▸ **Input data**
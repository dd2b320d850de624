package server

import (
	"encoding/json"
	"net/http/httptest"
	"os"
	"path/filepath"
	"strings"
	"testing"
	"testing/fstest"
	"time"

	"tripwell/chromium"
	"tripwell/store"
)

// handheld is a phone: Chromium with a profile that outlives the browser, behind a wire that can be cut.
type handheld struct {
	*chromium.Window
	base string
}

// openHandheld starts a browser; chromium.Profile brings back what one before it kept.
func openHandheld(t testing.TB, base string, options ...chromium.Option) *handheld {
	t.Helper()
	return &handheld{chromium.Phone(t, options...), base}
}

func (p *handheld) visit(path string) { p.T.Helper(); p.Open(p.base + path) }

// signIn opens a one-time link and presses its button.
func (p *handheld) signIn(r *rig, who store.Person) {
	p.T.Helper()
	token, err := r.store.NewLink(who.ID, time.Hour)
	must(p.T, err)
	p.visit("/in/" + token + "?next=/field")
	p.Until("the sign-in button", `document.querySelector("main button, form button")`)
	p.Until("a press on it", `(document.querySelector("main button, form button").click(), true)`)
	p.Until("the field client", `location.pathname === "/field"`)
}

// ready waits until the worker is there with the whole client and the first sites are on the phone.
func (p *handheld) ready() {
	p.T.Helper()
	p.Until("the worker", `(navigator.serviceWorker.getRegistration().then((r) => { globalThis.workerThere = Boolean(r?.active); }), globalThis.workerThere)`)
	p.Until("a site on the phone", `document.querySelector(".along a")?.innerText.includes("1 site on this phone")`)
}

// row is a record as the tray's own storage has it.
type row struct {
	ID, Log, Record, State, From string
	Receipt                      store.Receipt
	Summary                      struct{ Result string }
}

func (p *handheld) tray() (rows []row) {
	p.T.Helper()
	p.Rows("tray", "records", &rows)
	return rows
}

func (p *handheld) waiting() int {
	n := 0
	for _, r := range p.tray() {
		if r.State == "waiting" {
			n++
		}
	}
	return n
}

// testNext answers the button test of the device shown with one tap and saves it; n is how many are kept then.
func (p *handheld) testNext() {
	p.T.Helper()
	p.Tap(".one-tap", "")
	p.Until("the answers", `document.querySelector(".go").getAttribute("aria-disabled") === "false"`)
	p.Until("a press on Save", `(globalThis.lastSaved = document.querySelector(".saved")?.innerText ?? "", document.querySelector(".go").click(), true)`)
	p.Until("saved", `document.querySelector(".saved") && document.querySelector(".saved").innerText !== globalThis.lastSaved`)
}

// siteRecords gives the entries in a site's log as the server has them, in the log's order.
func (r *rig) entries() (list []struct {
	ID, From, Shown string
	N               int64
}) {
	r.t.Helper()
	pulled, err := r.store.Pull(store.Scope{All: true}, r.site, "", 1000)
	must(r.t, err)
	for _, p := range pulled.Records {
		var env struct {
			ID, Kind, From string
			N              int64
			Body           struct{ Shown struct{ Result string } }
		}
		must(r.t, json.Unmarshal([]byte(p.Record), &env))
		if env.Kind == "entry.made" {
			list = append(list, struct {
				ID, From, Shown string
				N               int64
			}{env.ID, env.From, env.Body.Shown.Result, env.N})
		}
	}
	return list
}

func TestOffline_TwentyFiveEntriesThroughACutAClosedBrowserAndALostAnswer(t *testing.T) {
	chromium.Need(t)
	r := newRig(t, 30)
	w := newWire(t, strings.TrimPrefix(r.url, "http://"))
	profile := filepath.Join(t.TempDir(), "profile")
	p := openHandheld(t, "http://"+w.addr, chromium.Profile(profile))
	p.signIn(r, r.crew)
	p.ready()

	w.cut()
	p.Reload()
	p.Sees("Kiln Lane Day Clinic")
	p.Tap("a.row", "Kiln Lane")
	p.Tap("a.row", "Outlet 1")
	p.Tap("a", "Button test")
	for range 25 {
		p.testNext()
	}
	if n := p.waiting(); n != 25 {
		t.Fatalf("got %d entries waiting, want 25", n)
	}
	p.Close()
	p = openHandheld(t, "http://"+w.addr, chromium.Profile(profile))
	p.visit("/field")
	p.Sees("25 kept on this phone")
	p.Sees("No signal")
	if n := len(r.entries()); n != 0 {
		t.Fatalf("%d entries are at the server, and the line is cut", n)
	}
	// A label's address opens the client too.
	p.visit("/T/K7QM2P3")
	p.Until("the client at a label's address", `location.pathname === "/T/K7QM2P3" && document.querySelector("#field .where h1")`)

	// The line is back but every answer is lost: all is kept at the server, nothing leaves the tray.
	w.mend()
	w.deaf()
	p.visit("/field#/tray")
	p.Tap("button", "Send now")
	for end := time.Now().Add(20 * time.Second); len(r.entries()) < 25 && time.Now().Before(end); time.Sleep(50 * time.Millisecond) {
	}
	if n, kept := len(r.entries()), p.waiting(); n != 25 || kept != 25 {
		t.Fatalf("got %d at the server and %d in the tray while answers are lost, want 25 and 25", n, kept)
	}
	w.cut()
	w.mend()
	p.Tap("button", "Send now")
	p.Sees("All sent")

	got := r.entries()
	if len(got) != 25 {
		t.Fatalf("got %d entries at the server, want each of 25 once", len(got))
	}
	for i, e := range got {
		if e.N != int64(i+1) {
			t.Errorf("entry %d of the log has n %d, want %d", i+1, e.N, i+1)
		}
		must(t, r.store.View(r.manager.Scope(), func(v *store.View) error {
			judged, err := v.Entry(e.ID)
			if err == nil && string(judged.Verdict.Result) != e.Shown {
				t.Errorf("entry %d: the phone said %s, the server says %s", i+1, e.Shown, judged.Verdict.Result)
			}
			return err
		}))
	}
}

// Two pages of one phone, a copied profile, a newer version of the program, and a server put back to an older backup.
func TestOffline_TwoPagesACopyAnotherVersionAndAServerPutBack(t *testing.T) {
	chromium.Need(t)
	r := newRig(t, 12)
	w := newWire(t, strings.TrimPrefix(r.url, "http://"))
	profile, copied := filepath.Join(t.TempDir(), "profile"), filepath.Join(t.TempDir(), "copy")
	p := openHandheld(t, "http://"+w.addr, chromium.Profile(profile))
	p.signIn(r, r.crew)
	p.ready()
	p.Tap("a.row", "Kiln Lane")
	p.Tap("a.row", "Outlet 1")
	p.Tap("a", "Button test")
	p.testNext()
	p.Until("the first entry at the server", `document.querySelector(".foot .tray").innerText.includes("All sent")`)
	p.Close()
	must(t, os.CopyFS(copied, os.DirFS(profile)))

	// The copy counts on with the same id; the server sees one n twice, and the copy draws an id of its own.
	p = openHandheld(t, "http://"+w.addr, chromium.Profile(profile))
	p.visit("/field")
	p.ready()
	first := p.installation()
	p.testAnother()
	p.Sees("All sent")
	twin := openHandheld(t, "http://"+w.addr, chromium.Profile(copied))
	twin.visit("/field")
	twin.ready()
	twin.testAnother()
	twin.Sees("All sent")
	for end := time.Now().Add(20 * time.Second); twin.installation() == first && time.Now().Before(end); time.Sleep(50 * time.Millisecond) {
	}
	twin.testAnother()
	twin.Sees("All sent")
	got := r.entries()
	if len(got) != 4 || got[3].From == first || got[3].N != 1 || got[2].From != first || got[2].N != got[1].N {
		t.Errorf("got %+v, want four entries: the third with an n used before, the fourth the first of another id", got)
	}
	twin.Close()

	// A newer program: offered, not taken while a form is open, then taken whole; it opens without a line.
	older, err := os.Create(filepath.Join(t.TempDir(), store.BookFile))
	must(t, err)
	_, err = r.store.Backup(older)
	must(t, err)
	must(t, older.Close())
	newer := httptest.NewServer(newerServer(t, r.store).Handler())
	defer newer.Close()
	w.lead(newer.Listener.Addr().String())
	p.startAnother()
	p.Until("the look for another version", `(navigator.serviceWorker.getRegistration().then((r) => r.update()), document.body.innerText.includes("once this page is finished"))`)
	p.testNext() // the client of before works with the server of now
	p.Until("the sites", `(location.hash = "#/", document.querySelector(".along"))`)
	// Asked for, it is taken at once or, where the browser still holds the older worker, when the client is opened next.
	p.Tap("button", "Take it now")
	p.Close()
	p = openHandheld(t, "http://"+w.addr, chromium.Profile(profile))
	p.visit("/field")
	p.Until("the newer client", `globalThis.newerClient`)
	w.cut()
	p.Reload()
	p.Until("the newer client without a line", `globalThis.newerClient && document.querySelector(".along")`)
	w.mend()
	p.testAnother()
	p.Sees("All sent")

	// The server is put back to the backup: what this phone sent since goes again by itself.
	back, err := store.Open(filepath.Dir(older.Name()), store.Options{Now: time.Now})
	must(t, err)
	defer back.Close()
	had, now := *r, r.entries()
	had.store = back
	if len(now) != 6 || len(had.entries()) != 4 {
		t.Fatalf("got %d entries now and %d in the backup, want 6 and 4", len(now), len(had.entries()))
	}
	restored := httptest.NewServer(newerServer(t, back).Handler())
	defer restored.Close()
	w.lead(restored.Listener.Addr().String())
	p.Reload()
	for end := time.Now().Add(20 * time.Second); len(had.entries()) < 6 && time.Now().Before(end); time.Sleep(50 * time.Millisecond) {
	}
	if again := had.entries(); len(again) != 6 || again[4].ID != now[4].ID || again[5].ID != now[5].ID {
		t.Errorf("got %+v on the restored server, want the two entries it lost", again)
	}
	p.Sees("All sent")
}

// newerServer is the program of a later day: one of the client's modules differs.
func newerServer(t *testing.T, s *store.Store) *Server {
	t.Helper()
	srv, err := New(s, Options{})
	must(t, err)
	files := fstest.MapFS{}
	for name, file := range srv.assets.files {
		files[name] = &fstest.MapFile{Data: file.plain}
	}
	files["field.mjs"] = &fstest.MapFile{Data: append([]byte("globalThis.newerClient = true;\n"), files["field.mjs"].Data...)}
	srv.assets, err = readAssets(files)
	must(t, err)
	srv.pages, err = srv.readPages()
	must(t, err)
	return srv
}

func (p *handheld) installation() (id string) {
	p.T.Helper()
	p.Row("tray", "me", "installation", &id)
	return id
}

// testAnother makes one more button test, from the list of sites on.
func (p *handheld) testAnother() {
	p.T.Helper()
	p.startAnother()
	p.testNext()
}

func (p *handheld) startAnother() {
	p.T.Helper()
	p.Until("the sites", `(location.hash = "#/", document.querySelector(".along"))`)
	p.Tap("a.row", "Kiln Lane")
	p.Tap("main .room a.row", "")
	p.Tap("a", "Button test")
}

▸ **Activity**
Using the entries, return every line where the word "program" can be found.

▸ **Expected answer**
// Two pages of one phone, a copied profile, a newer version of the program, and a server put back to an older backup.
	// A newer program: offered, not taken while a form is open, then taken whole; it opens without a line.
// newerServer is the program of a later day: one of the client's modules differs.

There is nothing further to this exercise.